1. Recently, I was killing two birds with one stone, doing some ab work while chatting with my eight-year-old daughter Iris and my husband Lee as part of Iris’s wind-down routine before bed. I was holding a plank when Iris, sweetly, crawled under me and looked up adoringly. Then she giggled.
“Your belly!” She squealed. “Why is it so squishy?!”
Lee looked at me, apologetically. “Iris,” he said simply, a cautionary tone.
“No,” I said, “It’s OK.” And it was. I explained that my belly was squishy because it had grown three babies, and that skin and muscles take time to shrink down, and sometimes never do. I was matter-of-fact, and I was clear that squishy bellies are natural and beautiful, but also that I sometimes miss my old body and clothes. I will never, ever beat myself up in front of my kids or insult any woman’s physical appearance. But I won’t be afraid of honest conversation in a thoughtful, safe setting.
2. I wake up at 5:30 a.m. to run before my hour commute and full workday. I snack on mixed nuts and carrot sticks. I ran my first 5K in 16 years this summer – and won. My desire to drop my pregnancy weight has birthed a new, healthier, happier version of me. Before my third child, I weighed 98 pounds but could get winded climbing stairs.
No, I will not obsess, privately or in front of my children, over a number on a scale. But I will continue to set goals that involve my body. And I will model behavior that celebrates dedication, grit and resilience. I will communicate with my body and my routine that self-betterment is attainable, though it often comes at the price of hard work. Yes, I will also communicate this with my professional goals and creative goals and parenting goals. But I will not be shamed into hiding my body goals. I will celebrate them.

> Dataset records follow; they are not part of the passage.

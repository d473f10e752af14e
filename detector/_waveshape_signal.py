"""Signal helpers of the wave-shape evaluation: validation, baseline and polarity, smoothing, level
crossings with sub-sample interpolation, and the collapse of chopped waves.

Private to :mod:`detector.waveshape`; indices are fractional sample numbers of the record.
"""

from __future__ import annotations

import dataclasses
import functools
import math
from typing import Any

import numpy as np
from scipy import ndimage, signal

from ._stats import code_grid, median1d
from ._validation import NoImpulseError, RecordError, check_finite_1d
from .record import MIN_SAMPLES


# ---------------------------------------------------------------------------------------------
# Crossing helpers (fractional sample indices, linear interpolation)
# ---------------------------------------------------------------------------------------------
def _last_rise(y: np.ndarray, level: float, stop: int) -> float | None:
    """Last upward crossing of ``level`` by ``y[:stop + 1]``."""
    seg = y[: stop + 1]
    c = np.flatnonzero((seg[:-1] < level) & (seg[1:] >= level))
    if c.size == 0:
        return None
    i = int(c[-1])
    return i + (level - y[i]) / (y[i + 1] - y[i])


def _first_rise(y: np.ndarray, level: float, stop: int) -> float | None:
    seg = y[: stop + 1]
    c = np.flatnonzero((seg[:-1] < level) & (seg[1:] >= level))
    if c.size == 0:
        return None
    i = int(c[0])
    return i + (level - y[i]) / (y[i + 1] - y[i])


def _first_fall(y: np.ndarray, level: float, start: int) -> float | None:
    """First downward crossing of ``level`` by ``y[start:]``."""
    seg = y[start:]
    c = np.flatnonzero((seg[:-1] >= level) & (seg[1:] < level))
    if c.size == 0:
        return None
    i = start + int(c[0])
    return i + (y[i] - level) / (y[i] - y[i + 1])


def _fall_at(y: np.ndarray, i: int, level: float) -> float:
    """Fractional index where ``y`` falls through ``level`` between samples ``i`` and ``i + 1``."""
    if i < 0 or i + 1 >= y.size or not y[i] > y[i + 1]:
        return float(max(i, 0))
    return i + min(max((y[i] - level) / (y[i] - y[i + 1]), 0.0), 1.0)




# ---------------------------------------------------------------------------------------------
# Preparation: validation, baseline, polarity, noise, quantisation, smoothing
# ---------------------------------------------------------------------------------------------
@dataclasses.dataclass
class _Prepared:
    t0: float  # time of the first sample [s]
    dt: float
    sign: float
    baseline: float
    u: np.ndarray  # sign * (v - baseline): impulse made positive
    us: np.ndarray  # lightly smoothed u (cubic, about 10 % of t90 - t30)
    uf: np.ndarray  # u smoothed over 5 samples only (for the collapse of chopped waves)
    sigma: float  # noise standard deviation estimate [V]
    q: float | None  # quantisation step [V] if the samples are quantised
    n_pre: int  # samples before the start of the wave
    ipk: int  # index of the smoothed extreme
    peak: float  # smoothed extreme (positive)
    front_s: float  # crude 1.67 (t90 - t30) [s]
    warnings: list[str]


def _error(source: str | None, msg: str, field: str = "voltage") -> RecordError:
    return RecordError(msg, path=source, field=field)


@functools.lru_cache(maxsize=64)
def _savgol_kernel(window: int, order: int) -> np.ndarray:
    """Savitzky-Golay convolution kernel (computed once per window and order: it needs a pseudo-inverse)."""
    k = signal.savgol_coeffs(window, order)
    k.setflags(write=False)
    return k


def _smooth(u: np.ndarray, window: int) -> np.ndarray:
    """Savitzky-Golay smoothing (quadratic over 5 samples, cubic above), edges held at the end values."""
    window = max(5, window | 1)
    if window > u.size:
        window = u.size if u.size % 2 else u.size - 1
    if window <= 63:  # what signal.savgol_filter(u, window, order, mode="nearest") does, kernel cached
        return ndimage.convolve1d(np.asarray(u, dtype=np.float64), _savgol_kernel(window, 2 if window <= 5 else 3),
                                  mode="nearest")
    half = window // 2  # long windows (switching impulses): overlap-add convolution is much quicker
    padded = np.pad(u, half, mode="edge")
    return signal.oaconvolve(padded, _savgol_kernel(window, 3), mode="valid")


def _quantisation_step(v: np.ndarray) -> float | None:
    """Step of the sample values if they are quantised, else None (continuous values); values near a
    grid but not on it count (:func:`detector._stats.code_grid`)."""
    vals = np.unique(v)
    if vals.size < 3:
        return None
    span = vals[-1] - vals[0]
    d = np.diff(vals)
    d = d[d > 1e-9 * span]
    if d.size < 2:
        return None
    q = float(d.min())
    ratio = d / q
    frac = np.abs(ratio - np.round(ratio))
    # quantised: every gap between distinct values is a whole number of steps (continuous values give
    # fractional parts spread over 0-0.5)
    if np.median(frac) < 0.02 and np.percentile(frac, 90) < 0.1:
        return q
    # values scattered by a small fraction of a code about a grid (converted, stored as 32-bit floats)
    near, exact = code_grid(v)
    return near if near > 0.0 and not exact else None


def _prepare(times_s: Any, voltage_V: Any, source: str | None) -> _Prepared:
    t = check_finite_1d("time", times_s, min_len=MIN_SAMPLES, path=source)
    v = check_finite_1d("voltage", voltage_V, min_len=MIN_SAMPLES, path=source)
    if t.size != v.size:
        raise _error(source, f"{v.size} voltage samples but {t.size} time stamps; expected one time per sample",
                     "time")
    n = v.size
    dt = (t[-1] - t[0]) / (n - 1)
    d = np.diff(t)
    if not dt > 0 or (np.abs(d - dt) > 1e-3 * dt).any():
        raise _error(source, "time stamps must be strictly increasing and uniform (resample first)", "time")
    span = float(v.max() - v.min())
    if span == 0.0:
        raise NoImpulseError(f"no impulse: the voltage is constant at {v[0]:.6g} V; expected a lightning "
                             "or switching impulse", path=source, field="voltage")
    dv = np.diff(v)
    sigma = float(1.4826 * median1d(np.abs(dv - median1d(dv))) / math.sqrt(2.0))
    # polarity from the larger excursion from the first samples; if those already sit far from zero the
    # record may start on the impulse itself, so take zero as the reference (caught below as no front)
    b0 = median1d(v[:8])
    if abs(b0) > 0.25 * span:
        b0 = 0.0
    dev = v - b0
    mag = np.abs(dev)
    # the impulse comes first: the first excursion beyond half the largest one sets the polarity, so that
    # the swing after a chop (which may exceed the crest) does not
    ifirst = int(np.argmax(mag >= 0.5 * float(mag.max())))
    sign = 1.0 if dev[ifirst] > 0 else -1.0
    u0 = sign * dev
    amp0 = float(u0.max())
    if amp0 <= 10.0 * sigma:
        raise NoImpulseError(f"no impulse found: the largest excursion ({amp0:.3g} V) is only "
                             f"{amp0 / sigma:.1f} times the noise level ({sigma:.3g} V); expected an impulse "
                             "well above the noise", path=source, field="voltage")
    us0 = _smooth(u0, 5)
    ipk0 = int(np.argmax(us0))
    pk0 = float(us0[ipk0])
    i10 = _first_rise(us0, 0.1 * pk0, ipk0)
    i90 = _first_rise(us0, 0.9 * pk0, ipk0)
    if i10 is None or i90 is None:
        raise _error(source, "the record starts on or after the impulse's front (no rise through 10 % and 90 % "
                     "of the peak); expected a pre-trigger before the front")
    # the wave starts well before its 10 % point: leave half the 10-90 % rise as a margin
    n_pre = int(math.floor(i10 - 0.5 * (i90 - i10))) - 1
    warnings: list[str] = []
    if n_pre >= 1:
        baseline = float(np.mean(v[:n_pre]))
    else:
        n_pre = 0
        baseline = 0.0
        warnings.append("no pre-trigger before the front: the baseline is taken as 0 V")
    u = sign * (v - baseline)
    # crude front time to size the smoothing window (about 10 % of t90 - t30, at least 5 samples)
    us1 = _smooth(u, 5)
    uf = _smooth(u, int(round(20e-9 / dt))) if 20e-9 / dt > 5 else us1  # about 20 ns for collapses
    ipk1 = int(np.argmax(us1))
    pk1 = float(us1[ipk1])
    a = _last_rise(us1, 0.3 * pk1, ipk1)
    b = _last_rise(us1, 0.9 * pk1, ipk1)
    if a is None or b is None or ipk1 >= n - 2:
        if ipk1 >= n - 2:
            raise _error(source, "record too short: it ends before the crest of the impulse; expected the "
                         "crest and part of the tail")
        raise _error(source, "the record starts on or after the impulse's front; expected a pre-trigger")
    tab = max(b - a, 1e-3)
    w = int(round(0.1 * tab))
    us = _smooth(u, w) if w > 5 else us1
    ipk = int(np.argmax(us))
    if ipk >= n - 2:
        raise _error(source, "record too short: it ends before the crest of the impulse; expected the crest "
                     "and part of the tail")
    return _Prepared(t0=float(t[0]), dt=float(dt), sign=sign, baseline=baseline, u=u, us=us, uf=uf, sigma=sigma,
                     q=_quantisation_step(v), n_pre=n_pre, ipk=ipk, peak=float(us[ipk]),
                     front_s=1.67 * tab * dt, warnings=warnings)


def _check_monotone_front(p: _Prepared, y: np.ndarray, peak: float, stop: int, limit: float,
                          source: str | None) -> None:
    """Raise if ``y`` falls back by more than ``limit`` x ``peak`` between its 30 % and 90 % points."""
    a = _first_rise(y, 0.3 * peak, stop)
    b = _last_rise(y, 0.9 * peak, stop)
    if a is None or b is None:
        return
    seg = y[int(a): int(math.ceil(b)) + 1]
    if seg.size < 2:
        return
    drop = np.maximum.accumulate(seg) - seg
    k = int(np.argmax(drop))
    if drop[k] > limit * peak + 3 * p.sigma:
        tk = p.t0 + (int(a) + k) * p.dt
        raise _error(source, f"non-monotone front: the voltage falls back by {100 * drop[k] / peak:.0f} % of "
                     f"the peak at t = {tk * 1e6:.3f} us between the 30 % and 90 % points; expected a single "
                     "rising front")


# ---------------------------------------------------------------------------------------------
# Chopping
# ---------------------------------------------------------------------------------------------
def _find_collapse(p: _Prepared) -> int | None:
    """Index where a collapse starts: the smoothed curve, at 10 % of the peak or more, falls below half
    its value within 0.5 us and stays low (mean over the next 1 us below 30 % of that value), so that a
    decaying tail or an oscillation riding on it is not taken for a chop."""
    m = max(2, int(round(0.5e-6 / p.dt)))
    y = p.uf
    n = y.size
    start = max(p.ipk - m, 0)
    if start + m >= n:
        return None
    y0 = y[start: n - m]
    cand = (y0 >= 0.1 * p.peak) & (y0 - y[start + m:] > 0.5 * y0)
    if not cand.any():
        return None
    j = np.arange(start, n - m)
    csum = np.concatenate(([0.0], np.cumsum(y)))
    a = j + m
    b = np.minimum(j + 3 * m, n)
    after = (csum[b] - csum[a]) / np.maximum(b - a, 1)
    c = np.flatnonzero(cand & (after < 0.3 * y0))
    return None if c.size == 0 else start + int(c[0])


def _chopping(p: _Prepared, i_c: int, source: str | None) -> tuple[float, int]:
    """Instant of chopping (fractional index) and the last index before the collapse.

    The voltage at chopping is the largest value in the 0.5 us before the collapse's 50 % point; the
    70 % point is the last one at or above 70 % before that, the 10 % point the first one below 10 %
    after it, so that ringing after the collapse and noise on it do not move them.
    """
    y = p.uf
    m = max(2, int(round(0.5e-6 / p.dt)))
    hi = min(i_c + 2 * m, y.size - 1)
    ref = float(y[i_c: i_c + m + 1].max())
    below = np.flatnonzero(y[i_c: hi + 1] < 0.5 * ref)
    if below.size == 0:
        raise _error(source, "the voltage collapse does not fall to half the voltage at chopping; expected a "
                     "chopped impulse recorded through its collapse")
    k50 = i_c + int(below[0])
    uc = float(y[max(k50 - m, 0): k50 + 1].max())
    above = np.flatnonzero(y[:k50 + 1] >= 0.7 * uc)
    lo10 = np.flatnonzero(y[k50:] < 0.1 * uc)
    if above.size == 0 or lo10.size == 0:
        raise _error(source, "the voltage collapse does not fall to 10 % of the voltage at chopping; "
                     "expected a chopped impulse recorded through its collapse")
    k70 = _fall_at(y, int(above[-1]), 0.7 * uc)
    k10 = _fall_at(y, k50 + int(lo10[0]) - 1, 0.1 * uc)
    # line through the 70 % and 10 % points, taken back to the voltage at chopping (from memory)
    tc = k70 - 0.5 * (k10 - k70)
    return tc, max(int(math.floor(tc)) - 1, 1)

We live in a culture that rightfully labels of childhood obesity an epidemic. Obviously, let’s take care and not be dicks about it, but also, let’s not be afraid to be open about our fitness goals and how they relate to body image.
Ladies, are we that broken? Are we so fragile that we cannot allow play to enter the sphere of our own aesthetic? Do we truly believe that any indulgence in (gasp!) “traditional” girly activity is a blanketed reinforcement of society’s ever-present judgment? I don’t. And neither will my girls, if I can help it.
Let’s raise strong women – not by pretending to be confident but by being confident. And how about we stop our daughters from equating physical appearance with self worth partly by ceasing to assume they are?
4. One of my clearest childhood memories involves my mother coming home early from a stroller walk with my baby sister, the reason being that some punk-ass pre-teen boys were harassing her. They called her a cow. A cow. Eight-year-old me didn’t understand what a newly post-partum body was or how a woman begins to form a new relationship with herself in the light of so much body drama. But, I heard the catch in her voice, then my dad’s hushed and reassuring tones. I saw her shock thinly disguised as quick anger and the piercing hurt in her blue eyes that were exactly the same shade as my own.
And, you know what? I didn’t learn to hate – or even question – my body that day. I didn’t begin to view my mother as fat, and I didn’t learn that fat equals bad. I learned that my mom was a person. For the first time ever, it really sunk in that she had feelings and insecurities that were so utterly separate from me and my needs. I learned empathy.
5. Iris has always had a temper, fierce and fiery. Lee and I finally decided to take her to a counselor a few months ago to help her regulate her emotions. She was instantly resistant, and I tried to reassure her by listing all the friends and family members we know who have sought counseling before. But, Iris remained depleted, eyes downward.
“You never had to go,” she said in small, defeated voice.
My breath caught in my throat. How dramatically I'd failed. No, I never went to counseling, but I have struggled deeply with my emotions, buried them, manufactured them into migraines and pre-ulcerous conditions and broken relationships. I never want my child to think that I am perfect because I never, ever want her to feel like I am inaccessible. I never want her to withhold a problem or fear because she thinks I won’t get it.
There will be so much I won’t understand. I know this. I can’t follow her through life making every possible mistake so that in case she ever screws up in that particular way, she will come to me for perspective. I know the holes in this logic are gaping and many. But, my hope is that she will transfer the emotional truth, that maybe, she will pause in her moments of great difficulty and self-loathing – because those moments will find her – and remember that I know what it’s like to feel imperfect. My hope is that she will remember that I am a person, too.